Kate is our entry point this story of extravagant governmental murk and mire, enlisted to join a nebulous outfit captained by a guy whose position is vague but clearly high up, Matt Graver (Josh Brolin, effortlessly rendering drug enforcement as dinner theater), introduced wearing flip-flops to a top level meeting, swift characterization that establishes his easygoing familiarity with such weighty derring-do that stands in stark contrast to Kate’s naivety. Played by Blunt with taciturn intensity, Kate is something of a cipher, but that’s deliberate rather than a writing failure. Matt ensures she has no family ties because he wants her to be a social nonentity. The film’s only real pause in momentum is a seeming cut-from-cardboard sequence of Kate going out for drinks that devolves into something horrifying. The horror, however, while conventional on the surface, expresses an existence where every personal relationship retains the possibility of being compromised. To lead her life, you inevitably see the world upside down, evoked in an indelible shot reflected in a coffee table of Kate at a delicate instant.

Physically, Blunt’s performance is rock steady. Her eyes, on the other hand, searching, skeptical, fearful, tell a dissimilar story, one in which confusion merely balloons by the moment; she’s down the rabbit hole. Normally a movie so devoted to withholding pertinent information from its protagonist would be guilty of a cheap ploy to prolong suspense; in “Sicario” it feels spot-on. Cryptic is the language of bureaucracy in this brave new world. Matt speaks in vacuous riddles. You keep waiting for Kate to transform into a fed-up ass-kicker taking names, the requisite unstoppable anti-drug action movie force. That doesn’t happen. The only real knowledge she gleans is the war’s continually moving boundaries. Anything goes.

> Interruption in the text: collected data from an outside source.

/// Lines that pass a corner at 10⁻³⁰, 10⁻⁶⁰ and 10⁻¹⁰⁰ on either side, and those that meet it.
#[test]
fn orbits_that_graze_corners() {
    let tables = TraceTables::new(&unit_square());
    let x = Rational::from((1, 3));
    for (p, q) in [(1, 1), (2, 3), (5, 4), (7, 19), (60, 41)] {
        // The first lattice point on the line from (1/3, 0) to (p, q) is (p, q) when 3p − 1 and 3q have no
        // common factor that reaches another one; the exact word tells.
        for exponent in [0u32, 30, 60, 100] {
            for sign in [-1i64, 1] {
                let shift = match exponent {
                    0 => Rational::new(),
                    e => Rational::from((Integer::from(sign), Integer::from(10).pow_u(e))),
                };
                let aim = (Rational::from(p) - &x + shift, Rational::from(q));
                let start = Start {
                    side: SideId(0),
                    fraction: x.clone().into(),
                    aim: Vector::new(aim.0.clone().into(), aim.1.clone().into()),
                };
                let hits = (p + q + 3) as usize;
                let orbit = trace(&tables, start, hits + 1).expect("a good start");
                let found: Vec<u8> = orbit.word.iter().map(|s| s.0).collect();
                match square_word(&x, (&aim.0, &aim.1), hits) {
                    Some(word) => {
                        assert!(exponent > 0, "the line to ({p}, {q}) meets a corner");
                        assert_eq!(found, word, "({p}, {q}) {sign}·10^-{exponent}");
                        assert_eq!(orbit.end, None);
                    }
                    None => {
                        assert_eq!(exponent, 0, "({p}, {q}) {sign}·10^-{exponent}");
                        assert!(matches!(orbit.end, Some(Step::Corner(_))), "({p}, {q})");
                    }
                }
            }
        }
    }
}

Those moving goalposts pertain just as much to the movie’s narrative. If Matt seems the big cheese, that is proven partially illusory the more Kate gets to know his ostensible right-hand man, Alejandro (Benicio Del Toro). His intent, his attitude, even his nationality, shift scene to scene, and that elusiveness is personified most in his relationship with Kate, one that persistently re-sets. If you think they’re friends, they’re probably enemies, and vice-versa. Fifteen years ago Del Toro won an Oscar for “Traffic” playing a Mexican cop, Javier, caught up in the War on Drugs on the other side of the border. Alejandro may as well be Javier with a lot more mileage on him. If Javier was hopeful, Alejandro, played by Del Toro with a fiercely inscrutable poker face, is dark and doubtful, and the lines in his face unconsciously evoke the toil this border battle takes.

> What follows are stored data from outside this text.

impl Layout {
    pub fn new(chart: &Chart) -> Result<Self, FigureError> {
        let points = || chart.series.iter().flat_map(|s| s.points.iter().copied());
        let shown = || points().filter(|p| chart.x_scale.shows(p.0) && chart.y_scale.shows(p.1));
        let x = Axis::holding(chart.x_scale, shown().map(|p| p.0));
        let y = match chart.y_range {
            Some((low, high)) => given_range(chart.y_scale, low, high)?,
            None => Axis::holding(chart.y_scale, shown().map(|p| p.1)),
        };
        let y_ticks = y.ticks(7);
        let widest = |ticks: &[Tick]| {
            ticks
                .iter()
                .map(|t| text_width(&t.label, TICK_TEXT))
                .fold(0.0, f64::max)
        };
        let name_width = if chart.y_label.is_empty() {
            0.0
        } else {
            TEXT * 1.4
        };
        let left = MARGIN + name_width + widest(&y_ticks) + 12.0;
        let names: Vec<&Series> = named(chart).collect();
        let text = names
            .iter()
            .map(|s| text_width(&shown_name(s), TICK_TEXT))
            .fold(0.0, f64::max);
        let column = text + SAMPLE + 22.0;
        let room = (PLOT_HEIGHT / (TICK_TEXT * LINE_SPACING)).floor() as usize;
        let in_column = !names.is_empty() && column <= COLUMN_LIMIT && names.len() <= room;
        let right = if in_column {
            column + MARGIN
        } else {
            MARGIN + 24.0
        };
        let frame = Rect {
            x0: left,
            y0: MARGIN + 8.0,
            x1: WIDTH - right,
            y1: MARGIN + 8.0 + PLOT_HEIGHT,
        };
        let x_ticks = fitting_ticks(&x, frame.width() - 2.0 * INSET);
        let name_height = if chart.x_label.is_empty() {
            0.0
        } else {
            TEXT * 1.45
        };
        let labels_bottom = frame.y1 + 10.0 + TICK_TEXT + name_height;
        Ok(Layout {
            x,
            y,
            x_ticks,
            y_ticks,
            frame,
            in_column,
            labels_bottom,
        })
    }

    fn across(&self, position: f64) -> f64 {
        self.frame.x0 + INSET + position * (self.frame.width() - 2.0 * INSET)
    }

    fn up(&self, position: f64) -> f64 {
        self.frame.y1 - INSET - position * (self.frame.height() - 2.0 * INSET)
    }

    /// The pixel of a datum; `None` if it has no place on the axes.
    fn pixel(&self, (x, y): (f64, f64)) -> Option<Point> {
        let cut = |position: f64| position.clamp(-50.0, 50.0);
        Some([
            self.across(cut(self.x.position(x)?)),
            self.up(cut(self.y.position(y)?)),
        ])
    }

    fn placeable(&self, chart: &Chart) -> usize {
        chart
            .series
            .iter()
            .flat_map(|s| &s.points)
            .filter(|&&p| self.pixel(p).is_some())
            .count()
    }
}

fn given_range(scale: Scale, low: f64, high: f64) -> Result<Axis, FigureError> {
    if scale.shows(low)
        && scale.shows(high)
        && low < high
        && high - low > 1e-12 * high.abs().max(low.abs())
    {
        Ok(Axis {
            scale,
            low,
            high,
            whole: false,
        })
    } else {
        Err(FigureError::BadRange {
            low,
            high,
            scale: scale.name(),
        })
    }
}

/// As many ticks as have room for their labels side by side.
fn fitting_ticks(axis: &Axis, width: f64) -> Vec<Tick> {
    for most in (2..=9).rev() {
        let ticks = axis.ticks(most);
        let ends: Vec<(f64, f64)> = ticks
            .iter()
            .map(|t| {
                (
                    axis.position(t.value).unwrap_or(0.0) * width,
                    text_width(&t.label, TICK_TEXT) / 2.0,
                )
            })
            .collect();
        if ends
            .windows(2)
            .all(|w| w[0].0 + w[0].1 + 12.0 <= w[1].0 - w[1].1)
        {
            return ticks;
        }
    }
    axis.ticks(2).into_iter().take(1).collect()
}

fn named(chart: &Chart) -> impl Iterator<Item = &Series> {
    chart.series.iter().filter(|s| !s.name.is_empty())
}

fn shown_name(series: &Series) -> String {
    if series.points.is_empty() {
        format!("{} (no data)", series.name)
    } else {
        series.name.clone()
    }
}

fn series_ink(series: &Series, index: usize) -> (Ink, usize) {
    let number = series.ink.unwrap_or(index);
    (ink(number), number)
}

/// How many dashed series with other inks come before: neighbours get different patterns.
fn dash_rank(chart: &Chart, index: usize) -> usize {
    let dashed = chart.series[..index]
        .iter()
        .filter(|s| s.mark == Mark::Dashed && s.ink.is_none());
    if chart.series[index].ink.is_some() {
        0
    } else {
        dashed.count()
    }
}

fn note_lines(chart: &Chart) -> Vec<String> {
    let mut lines = chart
        .note
        .as_deref()
        .map_or(Vec::new(), |n| wrap(n, SMALL_TEXT, WIDTH - 2.0 * MARGIN));
    // A value that is no number is a gap that the caller means.
    let unshown =
        |p: &&(f64, f64)| !p.1.is_nan() && (!chart.x_scale.shows(p.0) || !chart.y_scale.shows(p.1));
    let count = chart
        .series
        .iter()
        .flat_map(|s| &s.points)
        .filter(unshown)
        .count();
    if count > 0 {
        let plural = if count == 1 {
            "point has"
        } else {
            "points have"
        };
        lines.push(format!(
            "{count} {plural} no place on these axes (zero, negative or infinite)."
        ));
    }
    lines
}

fn draw_axes(canvas: &mut Canvas, chart: &Chart, layout: &Layout) {
    let f = layout.frame;
    for tick in &layout.y_ticks {
        let y = layout.up(layout.y.position(tick.value).unwrap_or(0.0));
        canvas.stroke(&[[f.x0, y], [f.x1, y]], GRID, HAIR_STROKE);
        canvas.stroke(&[[f.x0 - 6.0, y], [f.x0, y]], BLACK, THIN_STROKE);
        canvas.side_label(
            &tick.label,
            [f.x0 - 10.0, y],
            TICK_TEXT,
            BLACK,
            Align::Right,
        );
    }
    for tick in &layout.x_ticks {
        let x = layout.across(layout.x.position(tick.value).unwrap_or(0.0));
        canvas.stroke(&[[x, f.y0], [x, f.y1]], GRID, HAIR_STROKE);
        canvas.stroke(&[[x, f.y1], [x, f.y1 + 6.0]], BLACK, THIN_STROKE);
        canvas.label(
            &tick.label,
            [x, f.y1 + 10.0 + TICK_TEXT / 2.0],
            TICK_TEXT,
            BLACK,
        );
    }
    for value in layout.x.minor() {
        let x = layout.across(layout.x.position(value).unwrap_or(0.0));
        canvas.stroke(&[[x, f.y1], [x, f.y1 + 4.0]], GREY, HAIR_STROKE);
    }
    for value in layout.y.minor() {
        let y = layout.up(layout.y.position(value).unwrap_or(0.0));
        canvas.stroke(&[[f.x0 - 4.0, y], [f.x0, y]], GREY, HAIR_STROKE);
    }
    canvas.stroke(
        &[[f.x0, f.y0], [f.x0, f.y1], [f.x1, f.y1]],
        BLACK,
        THIN_STROKE,
    );
    let x_name = shorten(&chart.x_label, TEXT, WIDTH - 2.0 * MARGIN);
    let half = text_width(&x_name, TEXT) / 2.0;
    let centre = f.centre()[0].clamp(MARGIN + half, (WIDTH - MARGIN - half).max(MARGIN + half));
    canvas.label(
        &x_name,
        [centre, layout.labels_bottom - TEXT / 2.0],
        TEXT,
        BLACK,
    );
    canvas.text(Words {
        text: shorten(&chart.y_label, TEXT, PLOT_HEIGHT),
        at: [MARGIN + TEXT / 2.0, f.centre()[1]],
        size: TEXT,
        ink: BLACK,
        align: Align::Middle,
        upward: true,
    });
}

The “Traffic” comparison is imperative. Steven Soderbergh’s fine film encompassed all aspects of this unwinnable war, from corrupt Mexican cops to DEA agents stuck between a rock and a hard place to the drug war coming home to affluent America. “Sicario” deliberately takes a narrower approach, presenting the front lines rather than the fallout, money poured into the logistics and gear to maintain a fight where the finish line is an omnipresent mirage. One scene finds Kate descending into a drug tunnel beneath the border where yet another harsh revelation awaits. Emblemizing the entire film, she is made to burrow deeper and deeper, hoping to reach the bottom of this crusade, only to find the bottom repeatedly giving way to more layers, more and more, on and on into forever, etc. It's a cynical viewpoint, yes, but from that cynicism emerges a paradoxical clarity, the only kind that can exist in a conflict of such awe-inspiring ethical elasticity. The further she plunges into darkness, the closer she gets to seeing the light.

1 comment:

Anonymous said...

Fantastic review! I can't wait to see this one for myself.